_EXERCISE PROMPT:_ Nothing may be changed. Give the entries below again exactly.

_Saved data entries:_

──────────────────────────────

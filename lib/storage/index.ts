import "server-only";
import { createHash } from "node:crypto";
import { createReadStream } from "node:fs";
import { Readable } from "node:stream";
import {
  CreateBucketCommand,
  DeleteObjectCommand,
  GetObjectCommand,
  HeadBucketCommand,
  ListObjectsV2Command,
  NoSuchKey,
  PutObjectCommand,
  S3Client,
} from "@aws-sdk/client-s3";

/**
 * The one way files (datasheets, data logs, certificates) are kept: an S3-compatible store. Locally
 * that is the s3rver fake the scripts start on loopback; in production any S3 API.
 */
export interface StoredObject {
  key: string;
  sha256: string;
  sizeBytes: number;
}

function config() {
  const endpoint = process.env.S3_ENDPOINT;
  if (!endpoint) throw new Error("S3_ENDPOINT is not set (the scripts in scripts/ set it)");
  return {
    endpoint,
    bucket: process.env.S3_BUCKET ?? "cellwright",
    region: process.env.S3_REGION ?? "us-east-1",
    accessKeyId: process.env.S3_ACCESS_KEY_ID ?? "S3RVER",
    secretAccessKey: process.env.S3_SECRET_ACCESS_KEY ?? "S3RVER",
  };
}

const globalForS3 = globalThis as unknown as { cellwrightS3?: { client: S3Client; bucket: string; ready?: Promise<void> } };

function getStore() {
  if (!globalForS3.cellwrightS3) {
    const c = config();
    const client = new S3Client({
      endpoint: c.endpoint,
      region: c.region,
      forcePathStyle: true,
      // Send bodies as they are: by default the client frames uploads as aws-chunked with a trailing
      // CRC32, which a store that does not decode it (older s3rver, some gateways) keeps as content.
      // Our integrity check is the SHA-256 recorded at upload and checked on every read (verified-read.ts).
      requestChecksumCalculation: "WHEN_REQUIRED",
      responseChecksumValidation: "WHEN_REQUIRED",
      credentials: { accessKeyId: c.accessKeyId, secretAccessKey: c.secretAccessKey },
    });
    globalForS3.cellwrightS3 = { client, bucket: c.bucket };
  }
  const store = globalForS3.cellwrightS3;
  store.ready ??= ensureBucket(store.client, store.bucket).catch((e: unknown) => {
    store.ready = undefined;
    throw e;
  });
  return store;
}

async function ensureBucket(client: S3Client, bucket: string): Promise<void> {
  try {
    await client.send(new HeadBucketCommand({ Bucket: bucket }));
  } catch {
    await client.send(new CreateBucketCommand({ Bucket: bucket }));
  }
}

export function sha256Hex(bytes: Uint8Array): string {
  return createHash("sha256").update(bytes).digest("hex");
}

export async function putObject(key: string, bytes: Uint8Array, contentType: string): Promise<StoredObject> {
  const store = getStore();
  await store.ready;
  const sha256 = sha256Hex(bytes);
  await store.client.send(
    new PutObjectCommand({ Bucket: store.bucket, Key: key, Body: bytes, ContentType: contentType, Metadata: { sha256 } }),
  );
  return { key, sha256, sizeBytes: bytes.byteLength };
}

/** Raw bytes for tests and tools. Never hand these out: readVerifiedFile (lib/integrity) checks them first. */
export async function getObjectBytes(key: string): Promise<Uint8Array> {
  const store = getStore();
  await store.ready;
  const res = await store.client.send(new GetObjectCommand({ Bucket: store.bucket, Key: key }));
  if (!res.Body) throw new Error(`stored file ${key} has no body`);
  return res.Body.transformToByteArray();
}

/** The stored bytes, or null when the store has no object under the key. Callers check the recorded hash. */
export async function readObjectOrNull(key: string): Promise<Uint8Array | null> {
  const store = getStore();
  await store.ready;
  try {
    const res = await store.client.send(new GetObjectCommand({ Bucket: store.bucket, Key: key }));
    if (!res.Body) return null;
    return await res.Body.transformToByteArray();
  } catch (error) {
    if (error instanceof NoSuchKey || (error as { name?: string }).name === "NotFound") return null;
    throw error;
  }
}

export async function deleteObject(key: string): Promise<void> {
  const store = getStore();
  await store.ready;
  await store.client.send(new DeleteObjectCommand({ Bucket: store.bucket, Key: key }));
}

/** Keys under a prefix (e.g. everything stored for one record); used by checks and clean-up. */
export async function listObjectKeys(prefix: string): Promise<string[]> {
  const store = getStore();
  await store.ready;
  const keys: string[] = [];
  let token: string | undefined;
  do {
    const res = await store.client.send(new ListObjectsV2Command({ Bucket: store.bucket, Prefix: prefix, ContinuationToken: token }));
    keys.push(...(res.Contents ?? []).map((o) => o.Key ?? "").filter(Boolean));
    token = res.IsTruncated ? res.NextContinuationToken : undefined;
  } while (token);
  return keys;
}

/** Stores a file already on local disk (a streamed upload), whose hash and size the caller measured. */
export async function putObjectFromFile(key: string, file: { path: string; sizeBytes: number; sha256: string }, contentType: string): Promise<StoredObject> {
  const store = getStore();
  await store.ready;
  await store.client.send(
    new PutObjectCommand({
      Bucket: store.bucket,
      Key: key,
      Body: createReadStream(file.path),
      ContentLength: file.sizeBytes,
      ContentType: contentType,
      Metadata: { sha256: file.sha256 },
    }),
  );
  return { key, sha256: file.sha256, sizeBytes: file.sizeBytes };
}

/**
 * Streams bytes of a known length into the store, hashing them on the way: nothing is held on local
 * disk or in memory beyond one chunk. The hash is the caller's to record; every later read is checked
 * against it (lib/integrity). A body shorter or longer than `sizeBytes` fails the upload.
 */
export async function putObjectFromChunks(key: string, chunks: AsyncIterable<Uint8Array>, sizeBytes: number, contentType: string): Promise<StoredObject> {
  const store = getStore();
  await store.ready;
  const hash = createHash("sha256");
  let counted = 0;
  async function* hashed(): AsyncIterable<Uint8Array> {
    for await (const chunk of chunks) {
      hash.update(chunk);
      counted += chunk.byteLength;
      yield chunk;
    }
  }
  await store.client.send(
    new PutObjectCommand({ Bucket: store.bucket, Key: key, Body: Readable.from(hashed()), ContentLength: sizeBytes, ContentType: contentType }),
  );
  if (counted !== sizeBytes) throw new Error(`the upload sent ${counted} bytes but declared ${sizeBytes}`);
  return { key, sha256: hash.digest("hex"), sizeBytes };
}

──────────────────────────────

_SOLUTION TO THE EXERCISE:_
filename lib/storage/index.ts
import "server-only";
import { createHash } from "node:crypto";
import { createReadStream } from "node:fs";
import { Readable } from "node:stream";
import {
  CreateBucketCommand,
  DeleteObjectCommand,
  GetObjectCommand,
  HeadBucketCommand,
  ListObjectsV2Command,
  NoSuchKey,
  PutObjectCommand,
  S3Client,
} from "@aws-sdk/client-s3";

/**
 * The one way files (datasheets, data logs, certificates) are kept: an S3-compatible store. Locally
 * that is the s3rver fake the scripts start on loopback; in production any S3 API.
 */
export interface StoredObject {
  key: string;
  sha256: string;
  sizeBytes: number;
}

function config() {
  const endpoint = process.env.S3_ENDPOINT;
  if (!endpoint) throw new Error("S3_ENDPOINT is not set (the scripts in scripts/ set it)");
  return {
    endpoint,
    bucket: process.env.S3_BUCKET ?? "cellwright",
    region: process.env.S3_REGION ?? "us-east-1",
    accessKeyId: process.env.S3_ACCESS_KEY_ID ?? "S3RVER",
    secretAccessKey: process.env.S3_SECRET_ACCESS_KEY ?? "S3RVER",
  };
}

const globalForS3 = globalThis as unknown as { cellwrightS3?: { client: S3Client; bucket: string; ready?: Promise<void> } };

function getStore() {
  if (!globalForS3.cellwrightS3) {
    const c = config();
    const client = new S3Client({
      endpoint: c.endpoint,
      region: c.region,
      forcePathStyle: true,
      // Send bodies as they are: by default the client frames uploads as aws-chunked with a trailing
      // CRC32, which a store that does not decode it (older s3rver, some gateways) keeps as content.
      // Our integrity check is the SHA-256 recorded at upload and checked on every read (verified-read.ts).
      requestChecksumCalculation: "WHEN_REQUIRED",
      responseChecksumValidation: "WHEN_REQUIRED",
      credentials: { accessKeyId: c.accessKeyId, secretAccessKey: c.secretAccessKey },
    });
    globalForS3.cellwrightS3 = { client, bucket: c.bucket };
  }
  const store = globalForS3.cellwrightS3;
  store.ready ??= ensureBucket(store.client, store.bucket).catch((e: unknown) => {
    store.ready = undefined;
    throw e;
  });
  return store;
}

async function ensureBucket(client: S3Client, bucket: string): Promise<void> {
  try {
    await client.send(new HeadBucketCommand({ Bucket: bucket }));
  } catch {
    await client.send(new CreateBucketCommand({ Bucket: bucket }));
  }
}

export function sha256Hex(bytes: Uint8Array): string {
  return createHash("sha256").update(bytes).digest("hex");
}

export async function putObject(key: string, bytes: Uint8Array, contentType: string): Promise<StoredObject> {
  const store = getStore();
  await store.ready;
  const sha256 = sha256Hex(bytes);
  await store.client.send(
    new PutObjectCommand({ Bucket: store.bucket, Key: key, Body: bytes, ContentType: contentType, Metadata: { sha256 } }),
  );
  return { key, sha256, sizeBytes: bytes.byteLength };
}

/** Raw bytes for tests and tools. Never hand these out: readVerifiedFile (lib/integrity) checks them first. */
export async function getObjectBytes(key: string): Promise<Uint8Array> {
  const store = getStore();
  await store.ready;
  const res = await store.client.send(new GetObjectCommand({ Bucket: store.bucket, Key: key }));
  if (!res.Body) throw new Error(`stored file ${key} has no body`);
  return res.Body.transformToByteArray();
}

/** The stored bytes, or null when the store has no object under the key. Callers check the recorded hash. */
export async function readObjectOrNull(key: string): Promise<Uint8Array | null> {
  const store = getStore();
  await store.ready;
  try {
    const res = await store.client.send(new GetObjectCommand({ Bucket: store.bucket, Key: key }));
    if (!res.Body) return null;
    return await res.Body.transformToByteArray();
  } catch (error) {
    if (error instanceof NoSuchKey || (error as { name?: string }).name === "NotFound") return null;
    throw error;
  }
}

export async function deleteObject(key: string): Promise<void> {
  const store = getStore();
  await store.ready;
  await store.client.send(new DeleteObjectCommand({ Bucket: store.bucket, Key: key }));
}

/** Keys under a prefix (e.g. everything stored for one record); used by checks and clean-up. */
export async function listObjectKeys(prefix: string): Promise<string[]> {
  const store = getStore();
  await store.ready;
  const keys: string[] = [];
  let token: string | undefined;
  do {
    const res = await store.client.send(new ListObjectsV2Command({ Bucket: store.bucket, Prefix: prefix, ContinuationToken: token }));
    keys.push(...(res.Contents ?? []).map((o) => o.Key ?? "").filter(Boolean));
    token = res.IsTruncated ? res.NextContinuationToken : undefined;
  } while (token);
  return keys;
}

/** Stores a file already on local disk (a streamed upload), whose hash and size the caller measured. */
export async function putObjectFromFile(key: string, file: { path: string; sizeBytes: number; sha256: string }, contentType: string): Promise<StoredObject> {
  const store = getStore();
  await store.ready;
  await store.client.send(
    new PutObjectCommand({
      Bucket: store.bucket,
      Key: key,
      Body: createReadStream(file.path),
      ContentLength: file.sizeBytes,
      ContentType: contentType,
      Metadata: { sha256: file.sha256 },
    }),
  );
  return { key, sha256: file.sha256, sizeBytes: file.sizeBytes };
}

/**
 * Streams bytes of a known length into the store, hashing them on the way: nothing is held on local
 * disk or in memory beyond one chunk. The hash is the caller's to record; every later read is checked
 * against it (lib/integrity). A body shorter or longer than `sizeBytes` fails the upload.
 */
export async function putObjectFromChunks(key: string, chunks: AsyncIterable<Uint8Array>, sizeBytes: number, contentType: string): Promise<StoredObject> {
  const store = getStore();
  await store.ready;
  const hash = createHash("sha256");
  let counted = 0;
  async function* hashed(): AsyncIterable<Uint8Array> {
    for await (const chunk of chunks) {
      hash.update(chunk);
      counted += chunk.byteLength;
      yield chunk;
    }
  }
  await store.client.send(
    new PutObjectCommand({ Bucket: store.bucket, Key: key, Body: Readable.from(hashed()), ContentLength: sizeBytes, ContentType: contentType }),
  );
  if (counted !== sizeBytes) throw new Error(`the upload sent ${counted} bytes but declared ${sizeBytes}`);
  return { key, sha256: hash.digest("hex"), sizeBytes };
}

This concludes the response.